Evaluation and Management of Slight Right Hemidiaphragm Elevation
For an adult with incidental slight elevation of the right hemidiaphragm, obtain a chest X-ray (both PA and lateral views) to characterize the elevation, followed by fluoroscopic sniff test to differentiate paralysis from eventration, and proceed to contrast-enhanced CT of chest and abdomen if diaphragmatic hernia is suspected based on clinical context or imaging findings.
Initial Diagnostic Workup
Chest Radiography Assessment
- Obtain both PA and lateral chest radiographs as the first-line diagnostic study to characterize the diaphragmatic elevation and assess for associated findings 1.
- Evaluate the shape and contour of the elevated hemidiaphragm on lateral view, as the radius of curvature is the most important factor for detecting paralysis versus eventration 2.
- A ratio of hemidiaphragm height to anteroposterior chest diameter (HH/APD) >0.28 on lateral radiograph suggests against paralysis 2.
- Look for suspicious findings including abnormal bowel gas pattern, air-fluid levels, abnormal lucency, or soft tissue opacity that might indicate diaphragmatic hernia 1.
Fluoroscopic Sniff Test
- Perform fluoroscopic evaluation to differentiate paralysis (paradoxical upward motion during inspiration) from eventration (no paradoxical motion) 3, 4.
- This distinction is critical because both conditions present with elevation but have different underlying pathophysiology 5, 2.

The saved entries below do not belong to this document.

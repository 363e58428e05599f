import { describe, expect, it } from 'vitest';
import { toLocalMetres } from '../channels/localFrame.ts';
import { changeFrame } from './changeFrame.ts';

describe('changeFrame', () => {
	// the tangent plane itself is held against GeographicLib where it is defined
	it.each([
		{
			name: 'northern',
			from: { latitudeDeg: 46.25, longitudeDeg: -28.75 },
			to: { latitudeDeg: 46.27, longitudeDeg: -28.7 }
		},
		{
			name: 'southern',
			from: { latitudeDeg: -33.1, longitudeDeg: 0.001 },
			to: { latitudeDeg: -33.15, longitudeDeg: -0.02 }
		},
		{
			name: 'antimeridian',
			from: { latitudeDeg: 5, longitudeDeg: 179.99 },
			to: { latitudeDeg: 5.02, longitudeDeg: -179.98 }
		}
	])('puts points where the other frame has them ($name)', ({ from, to }) => {
		const latitudes = [-0.03, -0.01, 0, 0.02].map((d) => from.latitudeDeg + d);
		const longitudes = [0.02, -0.03, 0.01, 0].map((d) => from.longitudeDeg + d);
		const before = toLocalMetres(latitudes, longitudes, from);
		const expected = toLocalMetres(latitudes, longitudes, to);
		const moved = changeFrame(before.xM, before.yM, from, to);
		for (let i = 0; i < 4; i++) {
			expect(moved.xM[i]).toBeCloseTo(expected.xM[i], 5);
			expect(moved.yM[i]).toBeCloseTo(expected.yM[i], 5);
		}
	});

	it('keeps what is missing missing', () => {
		const frame = { latitudeDeg: 10, longitudeDeg: 20 };
		const moved = changeFrame(Float64Array.of(NaN), Float64Array.of(NaN), frame, { ...frame, latitudeDeg: 10.1 });
		expect(moved.xM[0]).toBeNaN();
	});
});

Advanced Imaging When Indicated
- Proceed to contrast-enhanced CT scan of chest and abdomen if diaphragmatic hernia is suspected based on clinical symptoms (dyspnea, abdominal pain, GI symptoms) or concerning radiographic findings 1, 6.
- CT has 14-82% sensitivity and 87% specificity for diaphragmatic hernia and can identify diaphragmatic discontinuity, herniated organs, defect size, and complications 1, 6.
- Key CT findings to assess include: diaphragmatic discontinuity, "dangling diaphragm" sign, herniated abdominal contents, and signs of visceral obstruction or ischemia 1, 7.
Clinical Context Assessment
History and Symptoms
- Inquire specifically about dyspnea (particularly on exertion), orthopnea, rapid shallow breathing, and paradoxical inward abdominal motion during inspiration as these suggest diaphragmatic weakness or paralysis 5.
- Ask about GI symptoms (nausea, vomiting, abdominal pain, dysphagia) that may indicate diaphragmatic hernia with visceral herniation 1.
- Obtain history of trauma (even remote), prior thoracic or cardiac surgery, mediastinal irradiation, or conditions affecting the phrenic nerve 1, 5.
Physical Examination
- Observe for paradoxical inward motion of the abdomen during inspiration, which indicates diaphragmatic paralysis 5.
- Assess for signs of respiratory compromise including tachypnea and use of accessory muscles 3, 4.
Management Algorithm
For Asymptomatic Patients
- If fluoroscopy confirms eventration or paralysis without symptoms, conservative management with observation is appropriate 3, 4.
- Schedule follow-up imaging in 6-12 months to ensure stability 3.
For Symptomatic Patients
- Diaphragmatic plication is indicated for all symptomatic patients with confirmed elevation (either paralysis or eventration) regardless of etiology 3, 4.
- Symptoms warranting surgical intervention include: dyspnea on exertion, orthopnea, recurrent pneumonia, tachypnea, or failure to thrive 3, 4.
- Minimally invasive thoracoscopic plication is the preferred approach, with goals of improving lung volumes and decreasing paradoxical elevation 3.
- Plication has excellent outcomes with immediate symptom remission in most patients and sustained improvement during follow-up 4.
For Suspected Diaphragmatic Hernia
- If CT confirms diaphragmatic hernia, surgical repair is generally indicated to prevent progression to visceral obstruction, strangulation, or ischemia 1.
- The timing and approach depend on clinical stability and presence of complications 1.
Common Pitfalls to Avoid
- Do not assume chest X-ray alone is adequate—while it can suggest paralysis versus eventration based on diaphragm shape, fluoroscopy provides definitive functional assessment 2.
- Do not dismiss mild elevation as benign without functional assessment, as up to 62% of diaphragmatic injuries may have normal or near-normal initial chest radiographs 1.
- Do not delay CT imaging if clinical suspicion for hernia is high, even with normal chest X-ray, as 25% of cases can be misinterpreted on plain films 1.
- Right-sided elevation is more commonly due to eventration or paralysis than left-sided, but diaphragmatic hernia must still be excluded as right-sided hernias are more difficult to diagnose (sensitivity only 17-33% on chest X-ray) 1.